### Description of the task
From the material below, work out how many lines contain "first" and answer with the number only.
[Opening Exercise data section]
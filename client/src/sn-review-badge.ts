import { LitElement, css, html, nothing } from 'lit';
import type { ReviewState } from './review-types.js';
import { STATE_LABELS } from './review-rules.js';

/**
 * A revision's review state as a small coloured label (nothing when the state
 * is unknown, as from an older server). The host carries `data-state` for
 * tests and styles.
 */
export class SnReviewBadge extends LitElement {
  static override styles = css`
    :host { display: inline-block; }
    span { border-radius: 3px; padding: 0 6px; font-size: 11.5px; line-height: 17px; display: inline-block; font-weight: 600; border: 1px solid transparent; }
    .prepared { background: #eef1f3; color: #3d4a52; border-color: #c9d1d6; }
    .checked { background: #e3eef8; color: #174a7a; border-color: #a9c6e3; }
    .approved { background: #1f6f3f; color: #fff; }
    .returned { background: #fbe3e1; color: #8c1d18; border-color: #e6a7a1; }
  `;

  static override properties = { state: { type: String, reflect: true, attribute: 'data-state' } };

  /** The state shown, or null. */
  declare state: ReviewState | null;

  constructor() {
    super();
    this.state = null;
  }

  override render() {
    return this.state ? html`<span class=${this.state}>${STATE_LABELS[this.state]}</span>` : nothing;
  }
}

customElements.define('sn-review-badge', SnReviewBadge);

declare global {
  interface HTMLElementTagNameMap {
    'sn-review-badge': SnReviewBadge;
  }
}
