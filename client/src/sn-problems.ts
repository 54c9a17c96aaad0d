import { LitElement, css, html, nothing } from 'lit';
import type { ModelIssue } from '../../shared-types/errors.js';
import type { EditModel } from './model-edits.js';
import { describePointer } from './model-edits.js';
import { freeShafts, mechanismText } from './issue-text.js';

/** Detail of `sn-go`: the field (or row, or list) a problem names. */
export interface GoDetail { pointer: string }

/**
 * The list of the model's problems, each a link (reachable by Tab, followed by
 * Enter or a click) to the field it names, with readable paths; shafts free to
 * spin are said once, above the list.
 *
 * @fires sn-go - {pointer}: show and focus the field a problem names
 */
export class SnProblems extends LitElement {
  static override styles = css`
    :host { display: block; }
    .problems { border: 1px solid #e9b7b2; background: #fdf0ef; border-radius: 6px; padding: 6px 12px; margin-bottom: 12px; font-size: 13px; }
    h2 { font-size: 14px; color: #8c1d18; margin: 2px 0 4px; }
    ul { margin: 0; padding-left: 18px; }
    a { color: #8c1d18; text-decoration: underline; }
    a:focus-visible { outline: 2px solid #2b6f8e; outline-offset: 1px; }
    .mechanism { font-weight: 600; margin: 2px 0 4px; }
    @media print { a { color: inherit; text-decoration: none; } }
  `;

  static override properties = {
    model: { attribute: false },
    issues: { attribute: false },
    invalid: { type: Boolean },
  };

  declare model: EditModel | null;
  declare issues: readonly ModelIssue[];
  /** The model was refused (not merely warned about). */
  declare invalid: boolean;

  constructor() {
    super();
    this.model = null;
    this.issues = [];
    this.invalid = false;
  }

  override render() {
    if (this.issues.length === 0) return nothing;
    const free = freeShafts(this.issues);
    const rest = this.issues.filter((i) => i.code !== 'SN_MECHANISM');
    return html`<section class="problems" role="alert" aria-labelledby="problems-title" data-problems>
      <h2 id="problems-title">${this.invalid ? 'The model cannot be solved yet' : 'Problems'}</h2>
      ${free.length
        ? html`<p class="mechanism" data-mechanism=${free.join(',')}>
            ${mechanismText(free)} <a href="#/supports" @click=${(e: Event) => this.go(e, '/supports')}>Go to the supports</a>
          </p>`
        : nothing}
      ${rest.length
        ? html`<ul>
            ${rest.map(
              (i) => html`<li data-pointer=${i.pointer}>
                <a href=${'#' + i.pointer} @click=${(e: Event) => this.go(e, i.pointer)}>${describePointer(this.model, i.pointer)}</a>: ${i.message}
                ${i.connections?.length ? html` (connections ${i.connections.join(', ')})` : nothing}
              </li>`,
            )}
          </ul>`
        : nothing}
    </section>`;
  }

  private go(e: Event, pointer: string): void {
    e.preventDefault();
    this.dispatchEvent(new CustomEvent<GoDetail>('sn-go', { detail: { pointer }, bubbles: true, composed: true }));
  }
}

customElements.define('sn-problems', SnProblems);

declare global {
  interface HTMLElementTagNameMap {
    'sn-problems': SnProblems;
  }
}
[Closing Exercise data section]
[Opening Exercise data section]
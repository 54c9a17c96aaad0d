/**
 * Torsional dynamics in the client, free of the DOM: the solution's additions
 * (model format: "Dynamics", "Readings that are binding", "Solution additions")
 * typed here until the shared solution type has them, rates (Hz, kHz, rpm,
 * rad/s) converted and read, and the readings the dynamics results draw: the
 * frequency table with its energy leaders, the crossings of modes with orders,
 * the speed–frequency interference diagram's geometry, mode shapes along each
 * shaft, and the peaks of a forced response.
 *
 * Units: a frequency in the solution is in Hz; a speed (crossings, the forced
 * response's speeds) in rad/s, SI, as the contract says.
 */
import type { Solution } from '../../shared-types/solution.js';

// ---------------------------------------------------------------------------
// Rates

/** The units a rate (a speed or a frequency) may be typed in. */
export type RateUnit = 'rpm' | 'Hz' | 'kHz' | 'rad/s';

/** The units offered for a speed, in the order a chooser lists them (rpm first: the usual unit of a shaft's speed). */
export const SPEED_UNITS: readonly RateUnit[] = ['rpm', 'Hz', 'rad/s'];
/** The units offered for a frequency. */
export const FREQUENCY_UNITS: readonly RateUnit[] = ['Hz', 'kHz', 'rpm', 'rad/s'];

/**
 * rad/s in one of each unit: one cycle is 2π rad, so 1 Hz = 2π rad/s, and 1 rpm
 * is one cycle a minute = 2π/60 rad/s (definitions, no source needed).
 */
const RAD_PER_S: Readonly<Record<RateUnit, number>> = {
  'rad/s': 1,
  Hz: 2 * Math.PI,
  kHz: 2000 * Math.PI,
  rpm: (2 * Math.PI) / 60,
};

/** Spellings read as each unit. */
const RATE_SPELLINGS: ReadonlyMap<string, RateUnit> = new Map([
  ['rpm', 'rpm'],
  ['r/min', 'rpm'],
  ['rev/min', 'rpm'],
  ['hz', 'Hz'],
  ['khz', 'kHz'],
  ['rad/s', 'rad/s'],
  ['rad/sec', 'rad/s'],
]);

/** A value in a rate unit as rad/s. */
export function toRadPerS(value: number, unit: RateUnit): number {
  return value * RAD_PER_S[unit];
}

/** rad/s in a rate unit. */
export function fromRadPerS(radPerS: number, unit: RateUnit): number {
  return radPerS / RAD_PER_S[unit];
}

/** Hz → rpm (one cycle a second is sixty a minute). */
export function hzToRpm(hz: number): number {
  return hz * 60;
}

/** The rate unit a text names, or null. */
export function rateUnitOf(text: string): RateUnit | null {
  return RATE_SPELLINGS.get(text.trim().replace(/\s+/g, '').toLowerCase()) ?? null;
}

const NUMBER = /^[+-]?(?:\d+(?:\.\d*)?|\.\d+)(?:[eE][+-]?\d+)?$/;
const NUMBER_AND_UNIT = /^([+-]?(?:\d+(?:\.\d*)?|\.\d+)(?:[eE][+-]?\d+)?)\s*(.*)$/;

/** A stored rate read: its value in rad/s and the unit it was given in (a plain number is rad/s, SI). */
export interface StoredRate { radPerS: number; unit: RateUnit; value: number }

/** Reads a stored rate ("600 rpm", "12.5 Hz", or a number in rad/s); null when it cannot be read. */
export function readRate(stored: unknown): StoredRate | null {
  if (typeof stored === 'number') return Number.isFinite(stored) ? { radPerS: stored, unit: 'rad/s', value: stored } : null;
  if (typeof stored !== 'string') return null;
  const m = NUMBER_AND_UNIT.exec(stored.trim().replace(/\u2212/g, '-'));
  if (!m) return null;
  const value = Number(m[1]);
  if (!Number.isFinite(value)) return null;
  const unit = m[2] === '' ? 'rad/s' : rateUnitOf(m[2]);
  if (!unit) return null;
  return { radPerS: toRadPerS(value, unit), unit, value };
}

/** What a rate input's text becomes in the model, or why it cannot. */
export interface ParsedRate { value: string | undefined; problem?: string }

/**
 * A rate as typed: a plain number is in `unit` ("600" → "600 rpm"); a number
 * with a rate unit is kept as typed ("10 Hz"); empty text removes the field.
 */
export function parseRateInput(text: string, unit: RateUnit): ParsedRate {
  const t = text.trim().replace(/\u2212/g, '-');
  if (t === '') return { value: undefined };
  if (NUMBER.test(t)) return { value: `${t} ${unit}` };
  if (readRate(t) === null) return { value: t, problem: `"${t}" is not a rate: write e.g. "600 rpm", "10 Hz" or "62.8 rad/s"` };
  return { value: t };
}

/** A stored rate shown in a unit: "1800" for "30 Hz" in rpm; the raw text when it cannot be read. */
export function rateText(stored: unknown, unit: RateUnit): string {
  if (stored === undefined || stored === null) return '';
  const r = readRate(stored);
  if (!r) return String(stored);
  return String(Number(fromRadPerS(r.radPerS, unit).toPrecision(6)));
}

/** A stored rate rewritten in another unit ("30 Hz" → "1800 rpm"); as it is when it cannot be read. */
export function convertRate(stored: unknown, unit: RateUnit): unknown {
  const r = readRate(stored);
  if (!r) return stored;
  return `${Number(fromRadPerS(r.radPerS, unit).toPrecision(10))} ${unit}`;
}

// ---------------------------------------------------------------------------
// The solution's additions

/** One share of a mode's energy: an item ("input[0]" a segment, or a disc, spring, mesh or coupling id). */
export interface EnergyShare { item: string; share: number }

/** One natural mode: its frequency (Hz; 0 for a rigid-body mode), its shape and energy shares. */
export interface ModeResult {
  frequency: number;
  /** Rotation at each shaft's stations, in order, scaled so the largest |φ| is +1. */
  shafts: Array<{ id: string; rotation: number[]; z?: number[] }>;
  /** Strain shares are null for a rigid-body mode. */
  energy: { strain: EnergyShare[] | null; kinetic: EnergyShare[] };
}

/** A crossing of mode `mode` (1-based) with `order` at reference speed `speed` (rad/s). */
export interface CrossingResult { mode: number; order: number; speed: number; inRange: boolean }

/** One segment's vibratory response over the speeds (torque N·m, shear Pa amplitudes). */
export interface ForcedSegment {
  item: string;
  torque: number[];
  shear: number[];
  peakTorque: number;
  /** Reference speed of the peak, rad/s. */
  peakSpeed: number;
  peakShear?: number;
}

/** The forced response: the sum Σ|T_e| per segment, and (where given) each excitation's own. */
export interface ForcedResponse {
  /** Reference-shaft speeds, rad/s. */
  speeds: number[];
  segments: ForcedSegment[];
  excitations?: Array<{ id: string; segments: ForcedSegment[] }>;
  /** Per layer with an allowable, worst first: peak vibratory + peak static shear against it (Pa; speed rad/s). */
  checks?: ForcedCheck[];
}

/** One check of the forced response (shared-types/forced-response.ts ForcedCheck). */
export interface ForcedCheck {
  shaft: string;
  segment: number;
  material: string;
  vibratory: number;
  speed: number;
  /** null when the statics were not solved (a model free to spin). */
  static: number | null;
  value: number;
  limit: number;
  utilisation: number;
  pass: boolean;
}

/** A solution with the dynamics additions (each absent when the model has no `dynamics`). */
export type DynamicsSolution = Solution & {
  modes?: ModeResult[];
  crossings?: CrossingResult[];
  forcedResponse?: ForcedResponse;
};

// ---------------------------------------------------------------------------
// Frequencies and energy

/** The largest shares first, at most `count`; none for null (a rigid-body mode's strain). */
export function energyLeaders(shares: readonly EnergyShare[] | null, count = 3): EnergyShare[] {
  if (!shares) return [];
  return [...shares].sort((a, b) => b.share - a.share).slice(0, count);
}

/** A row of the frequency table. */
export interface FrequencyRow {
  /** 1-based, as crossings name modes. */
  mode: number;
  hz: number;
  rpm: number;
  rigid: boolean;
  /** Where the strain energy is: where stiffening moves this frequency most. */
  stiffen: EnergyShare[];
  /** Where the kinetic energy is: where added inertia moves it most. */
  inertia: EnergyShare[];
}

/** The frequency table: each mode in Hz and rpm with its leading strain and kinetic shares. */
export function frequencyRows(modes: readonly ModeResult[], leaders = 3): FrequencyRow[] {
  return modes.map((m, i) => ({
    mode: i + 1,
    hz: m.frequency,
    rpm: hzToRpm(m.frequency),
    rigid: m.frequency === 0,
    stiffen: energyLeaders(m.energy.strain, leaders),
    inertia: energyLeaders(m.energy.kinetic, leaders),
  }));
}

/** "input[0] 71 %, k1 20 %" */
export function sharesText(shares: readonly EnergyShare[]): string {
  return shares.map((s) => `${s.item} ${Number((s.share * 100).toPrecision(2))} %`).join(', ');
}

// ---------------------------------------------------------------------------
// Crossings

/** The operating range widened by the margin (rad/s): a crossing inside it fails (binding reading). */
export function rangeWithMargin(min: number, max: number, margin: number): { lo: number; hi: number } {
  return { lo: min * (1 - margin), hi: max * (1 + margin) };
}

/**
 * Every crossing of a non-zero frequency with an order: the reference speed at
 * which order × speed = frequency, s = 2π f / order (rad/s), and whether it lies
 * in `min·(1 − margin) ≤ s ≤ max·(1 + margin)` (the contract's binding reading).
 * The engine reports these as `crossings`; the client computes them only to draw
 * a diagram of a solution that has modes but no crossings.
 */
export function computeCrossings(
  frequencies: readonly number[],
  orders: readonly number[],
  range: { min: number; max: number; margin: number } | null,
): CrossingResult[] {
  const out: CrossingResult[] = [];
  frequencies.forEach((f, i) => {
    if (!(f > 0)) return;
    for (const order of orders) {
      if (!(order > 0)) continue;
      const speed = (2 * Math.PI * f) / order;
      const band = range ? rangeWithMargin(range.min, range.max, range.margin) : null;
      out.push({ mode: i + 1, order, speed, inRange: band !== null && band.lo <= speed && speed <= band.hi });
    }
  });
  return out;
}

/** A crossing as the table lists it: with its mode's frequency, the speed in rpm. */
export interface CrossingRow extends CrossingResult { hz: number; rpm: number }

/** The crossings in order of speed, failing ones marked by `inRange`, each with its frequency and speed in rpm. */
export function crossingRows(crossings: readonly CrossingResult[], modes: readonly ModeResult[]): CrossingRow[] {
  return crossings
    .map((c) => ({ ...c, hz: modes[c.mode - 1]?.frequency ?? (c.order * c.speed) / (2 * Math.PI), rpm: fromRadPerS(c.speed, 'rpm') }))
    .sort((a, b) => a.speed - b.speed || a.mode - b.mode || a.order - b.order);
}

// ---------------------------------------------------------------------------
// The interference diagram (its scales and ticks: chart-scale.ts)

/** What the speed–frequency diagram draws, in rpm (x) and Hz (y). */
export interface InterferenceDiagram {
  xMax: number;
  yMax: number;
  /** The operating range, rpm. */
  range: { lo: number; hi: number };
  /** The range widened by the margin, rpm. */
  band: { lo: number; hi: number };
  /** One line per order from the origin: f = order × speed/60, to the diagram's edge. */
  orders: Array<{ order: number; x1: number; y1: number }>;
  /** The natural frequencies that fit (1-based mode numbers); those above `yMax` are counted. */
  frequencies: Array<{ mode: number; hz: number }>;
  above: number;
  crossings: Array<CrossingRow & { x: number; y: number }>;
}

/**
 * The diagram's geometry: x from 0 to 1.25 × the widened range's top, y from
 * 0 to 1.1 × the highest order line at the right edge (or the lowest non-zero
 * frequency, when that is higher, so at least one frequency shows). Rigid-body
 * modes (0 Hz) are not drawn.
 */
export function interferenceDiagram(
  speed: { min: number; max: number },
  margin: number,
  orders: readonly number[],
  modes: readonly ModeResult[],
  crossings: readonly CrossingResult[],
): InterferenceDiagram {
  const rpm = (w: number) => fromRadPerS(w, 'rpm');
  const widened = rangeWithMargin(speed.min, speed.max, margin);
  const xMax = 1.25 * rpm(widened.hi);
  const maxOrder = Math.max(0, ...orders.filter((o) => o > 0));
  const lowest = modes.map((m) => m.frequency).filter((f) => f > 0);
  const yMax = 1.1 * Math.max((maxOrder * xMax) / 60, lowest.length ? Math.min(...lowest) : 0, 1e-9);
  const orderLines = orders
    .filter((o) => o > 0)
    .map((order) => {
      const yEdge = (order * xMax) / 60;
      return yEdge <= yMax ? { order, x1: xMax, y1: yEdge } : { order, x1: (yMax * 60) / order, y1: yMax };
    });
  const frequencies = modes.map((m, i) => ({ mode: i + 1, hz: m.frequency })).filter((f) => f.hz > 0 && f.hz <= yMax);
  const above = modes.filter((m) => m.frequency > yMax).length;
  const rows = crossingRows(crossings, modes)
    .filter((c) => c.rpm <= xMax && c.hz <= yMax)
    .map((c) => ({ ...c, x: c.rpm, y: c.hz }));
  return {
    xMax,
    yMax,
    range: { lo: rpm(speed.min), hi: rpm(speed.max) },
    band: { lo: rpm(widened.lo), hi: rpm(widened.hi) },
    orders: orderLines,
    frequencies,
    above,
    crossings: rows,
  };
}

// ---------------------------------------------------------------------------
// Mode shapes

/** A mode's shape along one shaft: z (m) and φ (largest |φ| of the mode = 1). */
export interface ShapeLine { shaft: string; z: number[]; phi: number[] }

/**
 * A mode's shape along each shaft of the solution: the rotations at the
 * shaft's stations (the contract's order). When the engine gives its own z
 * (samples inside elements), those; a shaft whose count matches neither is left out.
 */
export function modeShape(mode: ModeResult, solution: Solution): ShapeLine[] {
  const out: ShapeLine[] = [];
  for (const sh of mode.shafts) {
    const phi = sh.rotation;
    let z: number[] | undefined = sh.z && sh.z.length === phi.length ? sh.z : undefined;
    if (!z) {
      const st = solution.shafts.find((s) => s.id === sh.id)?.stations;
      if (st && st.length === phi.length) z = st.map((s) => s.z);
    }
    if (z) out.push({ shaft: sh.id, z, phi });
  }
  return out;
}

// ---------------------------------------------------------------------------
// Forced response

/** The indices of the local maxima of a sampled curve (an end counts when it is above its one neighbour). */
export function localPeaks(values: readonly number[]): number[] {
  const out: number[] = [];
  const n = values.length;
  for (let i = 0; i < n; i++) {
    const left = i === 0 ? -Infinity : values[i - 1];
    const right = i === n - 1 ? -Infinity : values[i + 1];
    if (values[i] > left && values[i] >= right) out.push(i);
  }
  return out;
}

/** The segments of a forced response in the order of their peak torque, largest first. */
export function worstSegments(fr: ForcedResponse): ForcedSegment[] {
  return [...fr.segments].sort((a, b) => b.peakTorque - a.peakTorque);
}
[Closing Exercise data section]
### Response
4